EyePoint Inc (EYPT) is highlighted for two option strategies around the current $13.03 share price: a sell-to-open $12.50 put bid $2.50 (net cost basis $10.00 if assigned) with a 74% probability of expiring worthless and a 20.00% return (36.69% annualized) if it does; and a covered call at the $15.00 strike bid $3.00 which would produce a 38.14% total return if called at the August 21 expiration, with a 32% chance of expiring worthless and a 23.02% premium boost (42.24% annualized) if it does. Implied volatilities are elevated (put 149%, call 147%) versus trailing 12‑month volatility of 73%, and Stock Options Channel will track odds and contract histories on its site.

Analysis

Market structure: Elevated implied vol (~147–149% vs realized 73%) signals concentrated demand for hedges and speculative option flows around EYPT, benefiting option sellers and market makers who collect rich premia but penalizing directional buyers who risk binary biotech moves. Small-cap biotech dynamics mean liquidity and gamma hedging can amplify intraday moves; a large wave of cash-secured put selling would increase downside supply if assigned and cap upside if covered calls proliferate. Risk assessment: Tail risks are classic biotech binaries—FDA/clinical failure or urgent dilution could produce >50% downside within days; conversely positive readouts could spike price >50% (short-squeeze risk). On an immediate horizon (days–weeks) option decay (theta) favors sellers; over months the company’s cash runway and financing needs (look for 2–4 quarters of runway) are the dominant long-term risks. Trade implications: The highest-probability, asymmetry-favouring trades are income-oriented: cash‑secured put at $12.50 (collect $2.50) or buy-and-covered-call at $15 ($3) to monetize rich IV while targeting 20–38% pre-commission returns to Aug 21 expiration.
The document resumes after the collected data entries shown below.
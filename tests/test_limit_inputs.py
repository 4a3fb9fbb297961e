"""upper_limits refuses what the configuration refuses, and says what it assumed.

Outside references: the configuration schema's own ranges as a config file meets them
(``load_config`` on a TOML written here) for the refusals; sigma x B = N / (L x eff), the
definition of a cross-section limit from an event limit (any textbook; exact without
uncertainties), for the numbers.
"""

from __future__ import annotations

import textwrap

import numpy as np
import pytest

from peaksift import MassHistogram, upper_limits
from peaksift.config import load_config
from peaksift.errors import ConfigError, FitError

MASSES = [150.0, 200.0]


@pytest.fixture(scope="module")
def h() -> MassHistogram:
    rng = np.random.default_rng(20)
    m = 100.0 + rng.exponential(40.0, 3000)
    return MassHistogram.from_masses(m[m < 300.0], bins=100, range=(100.0, 300.0))


def _limits(h, **kw):
    return upper_limits(h, "gaussian", "exponential", MASSES, absolute_resolution=3.0,
                        method="asymptotic", **kw)


def _config_refuses(tmp_path, key: str, value: float) -> bool:
    p = tmp_path / f"{key}.toml"
    p.write_text(textwrap.dedent(f"""\
        [input]
        files = ["x.parquet"]
        [spectrum]
        window = [100.0, 300.0]
        [model.resolution]
        absolute = 3.0
        [limits]
        luminosity = 10.0
        {key} = {value}
        """))
    try:
        load_config(p)
    except ConfigError:
        return True
    return False


@pytest.mark.parametrize("key, value", [
    ("luminosity_uncertainty", 2.0),     # "2 %" given as 2: the reviewer's case
    ("efficiency_uncertainty", 1.5),
    ("luminosity_uncertainty", -0.1),
    ("efficiency", 1.2),
    ("efficiency", 0.0),
    ("luminosity", -5.0),
])
def test_the_api_refuses_what_a_config_refuses(h, tmp_path, key, value):
    assert _config_refuses(tmp_path, key, value)
    kw = {"luminosity": 10.0, key: value}
    with pytest.raises(FitError, match=f"{key} must be a number"):
        _limits(h, **kw)


def test_the_edges_of_the_config_ranges_are_accepted(h, tmp_path):
    # 100 % uncertainties and an efficiency of 1: inside the config's ranges, inside the API's
    for key, value in (("luminosity_uncertainty", 1.0), ("efficiency", 1.0)):
        assert not _config_refuses(tmp_path, key, value)
    r = _limits(h, luminosity=10.0, efficiency=1.0, luminosity_uncertainty=1.0)
    assert np.all(np.isfinite(r.expected))


def test_an_efficiency_without_a_luminosity_is_refused_not_dropped(h):
    # it used to give the same event limits as efficiency=1, without a word
    with pytest.raises(FitError, match="efficiency=0.5 without luminosity=.*give luminosity="):
        _limits(h, efficiency=0.5)


def test_an_assumed_efficiency_is_said_and_the_numbers_follow_the_definition(h):
    """Without efficiency= the limit is on sigma x B x eff with eff = 1 (notes, repr,
    assumptions say so); with efficiency=0.5 the limit is N / (L eff) exactly."""
    events = _limits(h)
    plain = _limits(h, luminosity=10.0)
    half = _limits(h, luminosity=10.0, efficiency=0.5)
    # sigma x B = N / (L eff): 1e-4 relative (the bisection's tolerance on each limit)
    np.testing.assert_allclose(plain.observed, events.observed / 10.0, rtol=1e-4)
    np.testing.assert_allclose(half.observed, events.observed / (10.0 * 0.5), rtol=1e-4)
    np.testing.assert_allclose(half.expected, events.expected / 5.0, rtol=1e-4)
    assert any("efficiency not given: 1 assumed" in n for n in plain.notes)
    assert "sigma x B x efficiency" in repr(plain)
    assert plain.assumptions.get("efficiency_assumed") is True
    assert type(plain).from_dict(plain.to_dict()).assumptions.get("efficiency_assumed")
    assert not any("efficiency not given" in n for n in half.notes)
    assert "sigma x B [fb]" in repr(half) and "efficiency_assumed" not in half.assumptions
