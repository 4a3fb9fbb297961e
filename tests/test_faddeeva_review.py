"""The compiled Faddeeva function and the binned Voigt in extreme regimes, against scipy.

* ``faddeeva_line`` against ``scipy.special.wofz`` for Im z from 0 to 1e15 (gamma << sigma
  to gamma >> sigma) and |Re z| from 1e-6 to 1e15 (far tails, |z| large): 5e-14 relative
  to |w| (Weideman, SIAM J. Numer. Anal. 31 (1994) 1497, bounds his N = 40 rule's error
  by ~2e-14 |w|; measured at most 1.3e-14).
* ``voigt_density`` against ``scipy.special.voigt_profile`` (near-zero widths, one width
  1e6-1e12 times the other): 1e-14 of the peak absolutely, and pointwise within 5e-14 of
  |w(z)| / (sigma sqrt(2 pi)) (the error is relative to |w|, not to Re w: in a nearly
  Gaussian tail the profile's relative error grows, 2.3e-11 at 1e-6 of the peak).
* ``Voigt.fit_fractions`` (the binned fit's path) against ``scipy.integrate.quad`` of
  ``voigt_profile`` per bin (the peak a break point, relative tolerance 1e-13) normalised
  on the window, for bins 1e3-1e5 times wider than the peak: 1e-11 absolutely (measured at
  most 3.1e-12).
"""

from __future__ import annotations

import itertools

import numpy as np
import pytest
from scipy import integrate
from scipy.special import voigt_profile, wofz

from peaksift import shapes
from peaksift.shapes.faddeeva import faddeeva_line, voigt_density


@pytest.mark.parametrize("y", [0.0, 1e-300, 1e-9, 1e-3, 0.5, 30.0, 1e5, 1e10, 1e15])
def test_faddeeva_line_against_wofz_in_extreme_regimes(y):
    t = np.concatenate([-np.logspace(-6, 15, 300)[::-1], [0.0], np.logspace(-6, 15, 300)])
    w = faddeeva_line(t, y)
    ref = wofz(t + 1j * y)
    assert np.all(np.isfinite(w))
    assert np.max(np.abs(w - ref) / np.abs(ref)) < 5e-14


@pytest.mark.parametrize(("s", "g"), [(1e-6, 1.0), (1.0, 1e-9), (1e-3, 1e3), (1e-9, 1e-9),
                                      (1e3, 1e-3), (1.0, 1.0)])
def test_voigt_density_against_voigt_profile(s, g):
    x = np.concatenate([np.linspace(-50, 50, 2001), np.linspace(-1e4, 1e4, 201)]) * max(s, g)
    d = voigt_density(x, 0.0, s, g)
    ref = voigt_profile(x, s, g / 2)
    assert np.max(np.abs(d - ref)) < 1e-14 * ref.max()
    # pointwise: within 5e-14 of |w(z)| / (sigma sqrt(2 pi)), the bound's scale
    size = np.abs(wofz((x + 0.5j * g) / (s * np.sqrt(2.0)))) / (s * np.sqrt(2.0 * np.pi))
    assert np.all(np.abs(d - ref) <= 5e-14 * size)


def _quad_fractions(e, m, s, g, window):
    def f(x):
        return voigt_profile(x - m, s, g / 2)

    def q(a, b):
        return integrate.quad(f, a, b, points=[m] if a < m < b else None, limit=500,
                              epsabs=0, epsrel=1e-13)[0]

    return np.array([q(a, b) for a, b in itertools.pairwise(e)]) / q(*window)


@pytest.mark.parametrize(("m", "s", "g"), [(150.3, 0.01, 0.001), (150.3, 1e-4, 10.0),
                                           (150.3, 1e-3, 1e-3), (150.3, 5.0, 1e-6),
                                           (100.5, 0.02, 3.0), (199.99, 0.5, 0.5)])
def test_binned_voigt_fractions_with_bins_much_wider_than_the_peak(m, s, g):
    e = np.linspace(100.0, 200.0, 11)
    f = np.asarray(shapes.get("voigt").fit_fractions(e, [m, s, g], (100.0, 200.0)), float)
    assert np.max(np.abs(f - _quad_fractions(e, m, s, g, (100.0, 200.0)))) < 1e-11
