"""Our figures come out the same pixels whatever was drawn before them and whatever the
user's rcParams are when they are saved.

Each check runs in a fresh interpreter (a subprocess), so that the process's one mathtext
parser (``peaksift._style``) starts empty, as in a user's script.  The reference is outside
the code under test: the PNG of the same figure drawn first in a fresh process under
matplotlib's own defaults, compared pixel by pixel (tolerance: none, the arrays are equal).
A control in each script shows that the disturbance is real: a plain matplotlib figure
drawn the same way does change.
"""

from __future__ import annotations

import json
import subprocess
import sys
from pathlib import Path

REPO = Path(__file__).resolve().parents[1]

# a demo-like fit (counts up to ~60 per bin: a spectrum whose y axis has a tick "60"), the
# run label, the pair's mass symbol and the fitted numbers' table
_COMMON = r"""
import io, json, sys
import numpy as np
import matplotlib
matplotlib.use("svg")  # the user's backend: ours must not change it
import peaksift
from peaksift import MassHistogram
from peaksift._annotations import RunLabel

rng = np.random.default_rng(11)
h = MassHistogram(bins=90, range=(110.0, 200.0)).fill(np.r_[
    110 + rng.exponential(30.0, 3000), rng.normal(152.0, 2.0, 150)])
fit = peaksift.fit(h, "gaussian", "exponential", start={"mass": 150.0, "sigma": 2.0})
RUN = RunLabel("demo run", 13.6, 140.0, r"$\mu^+\mu^-$")


def png(fig, dpi=150):  # the resolution of a run's files
    import matplotlib.image as mpimg
    buf = io.BytesIO()
    fig.savefig(buf, format="png", dpi=dpi)
    buf.seek(0)
    return mpimg.imread(buf)


def demo_like():
    return fit.plot(run=RUN, symbol=r"m_{\mu\mu}")


def plain(text):
    from matplotlib.figure import Figure
    from matplotlib.backends.backend_agg import FigureCanvasAgg
    fig = Figure(figsize=(3, 2))
    FigureCanvasAgg(fig)
    ax = fig.subplots()
    ax.set_xlabel(text)
    ax.plot([0, 60], [0, 60])
    return fig
"""

_RC_SCRIPT = _COMMON + r"""
reference = png(demo_like())
control = png(plain(r"$m_{\mu\mu}$ [GeV]"))
user = {"mathtext.fontset": "cm", "mathtext.default": "it", "font.family": "serif",
        "font.size": 14.0, "text.color": "#3355aa", "hatch.linewidth": 3.0}
matplotlib.rcParams.update(user)
user = {k: matplotlib.rcParams[k] for k in user}  # as matplotlib keeps them
fig = demo_like()                         # drawn under the user's rcParams ...
after = png(fig)                          # ... and saved by the user with fig.savefig
old = png(demo_like())
label = fig.axes[-1].xaxis.label
print(json.dumps({
    "same": bool(np.array_equal(reference, after)) and bool(np.array_equal(reference, old)),
    "control_differs": not np.array_equal(control, png(plain(r"$m_{\mu\mu}$ [GeV]"))),
    "rc_kept": {k: matplotlib.rcParams[k] for k in user} == user,
    "backend": matplotlib.get_backend(),
    "math_font": label.get_fontproperties().get_math_fontfamily(),
    "family": label.get_fontproperties().get_family(),
}))
"""

_ORDER_SCRIPT = _COMMON + r"""
from peaksift._annotations import draw_header
from peaksift._style import figure_style, new_figure
from peaksift._value_table import value_table


def others():
    # other figures at other resolutions, typesetting the run's expressions (the run
    # label, the mass axis, a log axis's powers of ten, sigma levels, the fitted symbols)
    # in the shared parser -- laid out only, as a drawer typesetting early would, and drawn
    for dpi in (50, 72, 150, 300):
        f, ax = new_figure((3.0, 2.0))
        with figure_style():  # as the figure functions draw
            f.set_dpi(dpi)
            draw_header(ax, RUN, "x")
            texts = [ax.set_xlabel(r"$m_{\mu\mu}$ [GeV]"), ax.set_ylabel("candidates / 1 GeV")]
            texts += [ax.text(0.5, 0.5, f"$\\mathdefault{{10^{{{k}}}}}$") for k in range(-9, 4)]
            texts += [ax.text(0.5, 0.5, f" {k}$\\sigma$", fontsize=9) for k in range(1, 6)]
            texts += [ax.text(0.1, 0.1, t) for t in ("60", "$60$", "6", "0")]
            value_table(ax, [(n, "1", "\u00b1 1", "") for n in
                             (r"$N_{sig}$", r"$N_{bkg}$", r"$\sigma$", r"$\Gamma$")])
            r = f.canvas.get_renderer()
            for t in {*texts, *ax.texts}:  # laid out only
                t.get_window_extent(r)
        png(f, dpi=dpi)
        png(fit.plot(symbol=r"m_{ee}", note="another"), dpi=dpi)
        png(h.plot(), dpi=dpi)


ref = sys.argv[2]
if sys.argv[1] == "first":  # drawn first in a fresh process, then again after the others
    first = png(demo_like())
    np.save(ref, first)
    others()
    same = np.array_equal(first, png(demo_like()))
else:  # drawn after the others only
    others()
    first = np.load(ref)
    same = np.array_equal(first, png(demo_like()))
print(json.dumps({"same": bool(same), "shape": list(first.shape)}))
"""


def _run(code: str, tmp: Path, *args: str) -> dict:
    out = subprocess.run([sys.executable, "-c", code, *args], capture_output=True, text=True,
                         check=False, cwd=REPO, timeout=600,
                         env={"PYTHONPATH": str(REPO / "src"), "PATH": "/usr/bin:/bin",
                              "MPLCONFIGDIR": str(tmp)})
    assert out.returncode == 0, out.stderr[-3000:]
    return json.loads(out.stdout.strip().splitlines()[-1])


def test_user_rcparams_do_not_reach_our_saved_figures(tmp_path):
    """A fit figure drawn and saved (``fig.savefig``) under a user's rcParams (another math
    font set, italic math, a serif font, another size and text colour, thick hatching) is
    pixel for pixel the one drawn under matplotlib's defaults; the user's rcParams and
    backend are as the user set them afterwards."""
    got = _run(_RC_SCRIPT, tmp_path)
    assert got["control_differs"], "the user's rcParams did not change a plain figure"
    assert got["same"]
    assert got["rc_kept"] and got["backend"] == "svg"
    assert got["math_font"] == "dejavusans" and got["family"] == ["sans-serif"]


def test_a_figure_is_the_same_pixels_after_other_figures(tmp_path):
    """The demo-like fit figure drawn first in a fresh process, again after other figures
    -- the run's expressions typeset in the shared mathtext parser at 50 to 300 dpi -- and
    in a second process after such figures only, is pixel for pixel the same (the guard for
    a tick label "60" once drawn as a "6" over a "0" after an early typesetting)."""
    ref = str(tmp_path / "first.npy")
    got = _run(_ORDER_SCRIPT, tmp_path, "first", ref)
    assert got["shape"][0] > 500 and got["same"]
    assert _run(_ORDER_SCRIPT, tmp_path, "later", ref)["same"]


def test_our_png_is_matplotlibs_pixels_without_the_alpha_channel(tmp_path):
    """The PNG our canvas writes (opaque figures without the alpha channel: smaller, faster
    to encode) against the PNG matplotlib's own Agg writer makes of the same canvas (the
    outside reference, read back by Pillow): the same pixels, exactly, and the same
    Software note and resolution; a transparent figure keeps its alpha, as matplotlib's does;
    matplotlib's options (``metadata``) still reach the file."""
    import io

    import numpy as np
    from matplotlib.backends.backend_agg import FigureCanvasAgg
    from PIL import Image

    from peaksift._style import figure_style, new_figure

    def ours_and_matplotlibs(**save):
        fig, ax = new_figure((3.0, 2.0))
        with figure_style():
            ax.plot([0, 60], [0, 60], label=r"$m_{\mu\mu}$")
            ax.set_xlabel(r"$m_{\mu\mu}$ [GeV]")
            ax.legend()
        buf, ref = io.BytesIO(), io.BytesIO()
        fig.savefig(buf, format="png", dpi=150, **save)
        FigureCanvasAgg(fig)  # matplotlib's own canvas in place of ours, in our style
        with figure_style():
            fig.savefig(ref, format="png", dpi=150, **save)
        return Image.open(buf), Image.open(ref)

    ours, ref = ours_and_matplotlibs()
    assert ours.mode == "RGB" and ref.mode == "RGBA"
    assert np.array_equal(np.asarray(ours.convert("RGBA")), np.asarray(ref))
    assert ours.info["Software"] == ref.info["Software"] and ours.info["dpi"] == ref.info["dpi"]
    ours, _ = ours_and_matplotlibs(transparent=True)
    assert ours.mode == "RGBA" and np.asarray(ours)[..., 3].min() == 0
    ours, _ = ours_and_matplotlibs(metadata={"Title": "a test"})
    assert ours.info["Title"] == "a test"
For volatility plays, prefer defined-risk premium (sell put spreads) rather than naked short strangles; avoid naked long-dated long calls unless you pay for protection with limited size. Contrarian angles: The market may be over-pricing event risk—IV is ~2x realized—so selling time premium with defined risk likely outperforms if no binary occurs; however this is underdone only if no imminent Phase/FDA data in the next 30–45 days. Historical parallel: small biotech around binary events typically mean-revert IV post-event by 30–70%, creating a clear short-premia opportunity but with asymmetric assignment risk.